Thorne also noted that the county’s reparations task force, which was formed in 2021, is only researching data up until the end of urban renewal in 1980 and purposely negating the county’s numerous costly initiatives that helped marginalized communities since that decade.

The task force serves as an advisory board to the county and is tasked with assessing objectives and policies in the form of reparations that will support the revitalization and stabilization of the county’s Black population. The $210,000 that’s being spent on this newly-approved study comes out of the renewed $250,000 budget the group was allocated earlier this year to continue work on those recommendations.

Commissioner Khadijah Abdur-Rahman went on the defense against Thorne’s viewpoint, stressing that the point of the study is to first determine whether reparations are necessary and also stating that this expenditure accounts for a small fraction of the county budget.

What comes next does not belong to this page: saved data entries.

import type { RateLawModel } from '../types.ts';
import { initialRateLawAt, prepareRateLaw, rateLawAt } from './integrated-rate-law.ts';

/**
 * The least-squares objective of a rate-law fit in one pass over the points: the residual sum of squares
 * (compensated summation), and optionally JᵀJ and Jᵀr, accumulated without storing the Jacobian.
 *
 * Why one pass and no matrix: the fit runs on series of up to 10⁵ points thousands of times; forming the
 * 2×2 or 3×3 normal equations point by point costs a few multiplications and no allocation.
 *
 * Formula in words: rᵢ = yᵢ − C(tᵢ) (constant error) or ln yᵢ − ln C(tᵢ) (proportional error, with the
 * derivatives divided by C(tᵢ)); RSS = Σ rᵢ² with Neumaier's compensation; (JᵀJ)ₐᵦ = Σ Jᵢₐ·Jᵢᵦ,
 * (Jᵀr)ₐ = Σ Jᵢₐ·rᵢ. The free order is evaluated in initial-rate form (C0, r0, n) unless `original` is set.
 *
 * Reference: compensated summation as in `numeric/compensated-sum.ts` (Neumaier 1974).
 *
 * Throws nothing: returns NaN when the parameters are infeasible (the law undefined at some time, or a
 * non-positive prediction on the log scale), which the fitter treats as a rejected step.
 *
 * Example: for order 1 at (C0, k) = (100, ln 2) and points (0, 100), (1, 50) the RSS is 0.
 */

export interface NormalEquations {
  /** p×p row-major JᵀJ. */
  normal: Float64Array;
  /** Jᵀr. */
  gradient: Float64Array;
}

export type RateLawObjective = (
  parameters: Float64Array,
  normal: NormalEquations | null,
  original?: boolean,
) => number;

export function rateLawObjective(
  model: RateLawModel,
  times: ArrayLike<number>,
  response: Float64Array,
  logScale: boolean,
): RateLawObjective {
  const p = model === 'n' ? 3 : 2;
  const pointCount = times.length;
  const row = new Float64Array(3);
  return (parameters, equations, original = false) => {
    const reparametrised = model === 'n' && !original;
    const law = reparametrised ? null : prepareRateLaw(model, parameters[0]!, parameters[1]!, parameters[2]!);
    const derivatives = equations === null ? null : row;
    const normal = equations?.normal;
    const gradient = equations?.gradient;
    normal?.fill(0);
    gradient?.fill(0);
    let rss = 0;
    let compensation = 0;
    for (let i = 0; i < pointCount; i++) {
      const predicted =
        law === null
          ? initialRateLawAt(parameters[0]!, parameters[1]!, parameters[2]!, times[i]!, derivatives)
          : rateLawAt(law, times[i]!, derivatives);
      let residual: number;
      if (logScale) {
        if (!(predicted > 0)) return Number.NaN;
        residual = response[i]! - Math.log(predicted);
        if (derivatives !== null) for (let a = 0; a < p; a++) row[a] = row[a]! / predicted;
      } else {
        if (Number.isNaN(predicted)) return Number.NaN;
        residual = response[i]! - predicted;
      }
      const square = residual * residual;
      const next = rss + square;
      compensation += rss >= square ? rss - next + square : square - next + rss;
      rss = next;
      if (normal !== undefined && gradient !== undefined) {
        for (let a = 0; a < p; a++) {
          const entry = row[a]!;
          gradient[a] = gradient[a]! + entry * residual;
          for (let b = 0; b <= a; b++) normal[a * p + b] = normal[a * p + b]! + entry * row[b]!;
        }
      }
    }
    if (normal !== undefined) {
      for (let a = 0; a < p; a++) for (let b = 0; b < a; b++) normal[b * p + a] = normal[a * p + b]!;
    }
    const total = rss + compensation;
    return Number.isFinite(total) ? total : Number.NaN;
  };
}

/**
 * The Jacobian of the same residuals as `rateLawObjective`, as `columnCount` columns (∂C/∂θₐ, divided by
 * C on the log scale), in the same parameters (initial-rate form for the free order), for the QR-based
 * covariance (`numeric/nonlinear-covariance.ts`) at a fit's answer. Same formulas, one pass, no closures.
 * Entries are NaN where the law is undefined or, on the log scale, not positive.
 */
export function rateLawJacobianColumns(
  model: RateLawModel,
  times: ArrayLike<number>,
  logScale: boolean,
  parameters: ArrayLike<number>,
  columnCount: 2 | 3,
): Float64Array[] {
  const pointCount = times.length;
  const columns = Array.from({ length: columnCount }, () => new Float64Array(pointCount));
  const row = new Float64Array(3);
  const law = model === 'n' ? null : prepareRateLaw(model, parameters[0]!, parameters[1]!);
  for (let i = 0; i < pointCount; i++) {
    const predicted =
      law === null
        ? initialRateLawAt(parameters[0]!, parameters[1]!, parameters[2]!, times[i]!, row)
        : rateLawAt(law, times[i]!, row);
    const divisor = logScale
      ? predicted > 0
        ? predicted
        : Number.NaN
      : Number.isNaN(predicted)
        ? Number.NaN
        : 1;
    for (let a = 0; a < columnCount; a++) columns[a]![i] = row[a]! / divisor;
  }
  return columns;
}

“The purpose of the reparations task force is to evaluate if reparations are warranted. If they are warranted, in what form? Should it be educational? Should it be financial? What should they be?” Abdur-Rahman told Fox 5 Atlanta. “To me, if you walked in the shoes of my ancestors and others who are of color, your perspective would not be that.”

According to 2022 Census data, exactly 45 percent of Fulton County’s residents are Black, and 44.2 percent are white. The county is comprised of more than a dozen cities including Alpharetta, Atlanta, Chattahoochee Hills, College Park, East Point, Fairburn, Hapeville, Johns Creek, Milton, Mountain Park, Palmetto, Roswell, Sandy Springs, South Fulton, and Union City.